» **TASK TO CARRY OUT**: Below this line is a set of entries; quote exactly the lines from the line that contains "def _outputs(notebook: Any)" to the line that contains "return dict(json.loads(data)) if", both lines included.

═══ DATA SUPPLIED

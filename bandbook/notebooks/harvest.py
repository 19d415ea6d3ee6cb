"""From an executed notebook to quantities, exhibits, warnings and files."""

import copy
import json
from collections.abc import Iterator, Mapping
from dataclasses import dataclass, field
from typing import Any

from bandbook.exhibits import MIME

#: Longest stream output that is kept of one cell, in characters.
MOST_STREAM = 20_000


@dataclass
class Harvest:
    """What an executed notebook gave.

    Attributes:
        quantities: As a result has them.
        exhibits: Figures, tables and texts in the order of the notebook.
        warnings: ``{"study", "text"}`` each.
        files: Relative path → bytes: notebook, figures, tables.
        run: Times and host; kept beside the result, never published.
    """

    quantities: list[dict[str, Any]] = field(default_factory=list)
    exhibits: list[dict[str, Any]] = field(default_factory=list)
    warnings: list[dict[str, str]] = field(default_factory=list)
    files: dict[str, bytes] = field(default_factory=dict)
    run: Mapping[str, Any] = field(default_factory=dict)


def harvest(notebook: Any, *, run: Mapping[str, Any] | None = None) -> Harvest:
    """Collect what an executed notebook gave."""
    clean = cleaned(notebook)
    found = Harvest(run=dict(run or {}))
    counts = {"figure": 0, "text": 0}
    for step, output in _outputs(clean):
        data = output.get("data", {})
        if MIME in data:
            _take_answer(found, _as_dict(data[MIME]), step)
        elif "image/svg+xml" in data:
            _take_figure(found, output, counts, step)
        elif output["output_type"] in {"stream", "execute_result", "display_data"}:
            _take_text(found, output, counts, step)
    found.files["notebook.ipynb"] = (json.dumps(clean, indent=1, sort_keys=True, ensure_ascii=False) + "\n").encode()
    return found


def _outputs(notebook: Any) -> Iterator[tuple[str, Any]]:
    for cell in notebook["cells"]:
        for output in cell.get("outputs", []):
            yield cell["id"], output


def _as_dict(data: Any) -> dict[str, Any]:
    return dict(json.loads(data)) if isinstance(data, str) else dict(data)


def _take_answer(found: Harvest, answer: dict[str, Any], step: str) -> None:
    study = answer["study"]
    found.quantities += answer["quantities"]
    found.warnings += [{"study": study, "text": text} for text in answer["warnings"]]
    for table in answer["tables"]:
        path = f"tables/{_name(study, table['name'])}.csv"
        found.files[path] = table["csv"].encode()
        words = {"alt": "", "caption": table["caption"], "html": table["html"]}
        found.exhibits.append(
            {"study": study, "kind": "table", "name": table["name"], "file": path, "step": step, **words}
        )
    for figure in answer["figures"]:
        path = f"figures/{_name(study, figure['name'])}.svg"
        if "svg" in figure:
            found.files[path] = figure["svg"].encode()
        words = {"alt": figure["alt"], "caption": figure["caption"]}
        found.exhibits.append(
            {"study": study, "kind": "figure", "name": figure["name"], "file": path, "step": step, **words}
        )


def _name(study: str, name: str) -> str:
    return study if name == study else f"{study}-{name}"


def _take_figure(found: Harvest, output: Any, counts: dict[str, int], step: str) -> None:
    """Take the picture of a figure that an answer announced, or one that workings drew."""
    mark = output.get("metadata", {}).get("bandbook")
    svg = _text(output["data"]["image/svg+xml"]).encode()
    if mark:
        found.files[f"figures/{_name(mark['study'], mark['figure'])}.svg"] = svg
        return
    counts["figure"] += 1
    path = f"figures/workings-{counts['figure']}.svg"
    found.files[path] = svg
    words = {"alt": f"Figure {counts['figure']} drawn by the case's own Python", "caption": ""}
    name = f"workings-{counts['figure']}"
    found.exhibits.append({"study": "workings", "kind": "figure", "name": name, "file": path, "step": step, **words})


def _take_text(found: Harvest, output: Any, counts: dict[str, int], step: str) -> None:
    text = _text(output["text"]) if output["output_type"] == "stream" else _text(output["data"].get("text/plain", ""))
    if not text.strip():
        return
    counts["text"] += 1
    path = f"tables/workings-{counts['text']}.txt"
    found.files[path] = text.encode()
    words = {"alt": "", "caption": "", "text": text}
    name = f"workings-{counts['text']}"
    found.exhibits.append({"study": "workings", "kind": "text", "name": name, "file": path, "step": step, **words})


def _text(value: Any) -> str:
    return value if isinstance(value, str) else "".join(value)


def cleaned(notebook: Any) -> Any:
    """Return the notebook without what differs from run to run: timings and the exact version of the language."""
    clean = copy.deepcopy(notebook)
    clean["metadata"]["language_info"] = {"name": "python"}
    for cell in clean["cells"]:
        cell.get("metadata", {}).pop("execution", None)
        if cell["cell_type"] == "code":
            cell["outputs"] = [_shortened(output) for output in _merged(cell["outputs"])]
    return clean


def _merged(outputs: list[Any]) -> list[Any]:
    """Join neighbouring stream outputs, which arrive in pieces of no fixed size."""
    merged: list[Any] = []
    for output in outputs:
        last = merged[-1] if merged else None
        if last and output["output_type"] == last["output_type"] == "stream" and output["name"] == last["name"]:
            last["text"] = _text(last["text"]) + _text(output["text"])
        else:
            merged.append(output)
    return merged


def _shortened(output: Any) -> Any:
    if output["output_type"] == "stream":
        text = _text(output["text"])
        if len(text) > MOST_STREAM:
            output["text"] = f"{text[:MOST_STREAM]}\n… {len(text) - MOST_STREAM} more characters were left out\n"
    return output
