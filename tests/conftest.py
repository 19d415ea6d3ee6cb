"""Fixtures that several tests share."""

from collections.abc import Callable
from pathlib import Path

import pytest
from hypothesis import HealthCheck, settings

# How long an example takes says something of the machine, nothing of the code.
settings.register_profile("untimed", deadline=None, suppress_health_check=[HealthCheck.too_slow])
settings.load_profile("untimed")

SETTINGS = """site_name: Test book
docs_dir: content
use_directory_urls: false
theme:
  name: material
  font: false
plugins:
  - search
  - bandbook
"""
SET = """title = "a set"
note = "made up"
[values]
beta = { value = -2.5, u = 0.1, unit = "eV", meaning = "resonance integral" }
unused = 1.0
"""
CASE = """---
title: A chain
---

Words before.

```toml system
lattice = "chain"
beta = "@set.beta"
```

```toml study
question = "levels"
cells = 4
```

```toml reference
"levels.homo" = { value = 0.618034, within = 1e-6, unit = "beta", note = "closed form" }
```
"""


@pytest.fixture
def make_book(tmp_path: Path) -> Callable[..., Path]:
    """Return what writes a small book: ``make_book({"a": text})`` → its folder."""

    def make(cases: dict[str, str] | None = None, folder: str = "book") -> Path:
        root = tmp_path / folder
        files = {
            "mkdocs.yml": SETTINGS,
            "content/index.md": "# Test book\n",
            "content/parameters/set.toml": SET,
            "content/sources.bib": "@book{known1961, author={A. Author}, title={A book}, year={1961}}\n",
        }
        files |= {f"content/cases/{name}.md": text for name, text in (cases or {"a": CASE}).items()}
        for name, text in files.items():
            (root / name).parent.mkdir(parents=True, exist_ok=True)
            (root / name).write_text(text, encoding="utf-8")
        return root

    return make


@pytest.fixture
def case_text() -> str:
    """Return the text of a good case."""
    return CASE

══════

» **RESPONSE TO THE TASK**:
def _outputs(notebook: Any) -> Iterator[tuple[str, Any]]:
    for cell in notebook["cells"]:
        for output in cell.get("outputs", []):
            yield cell["id"], output


def _as_dict(data: Any) -> dict[str, Any]:
    return dict(json.loads(data)) if isinstance(data, str) else dict(data)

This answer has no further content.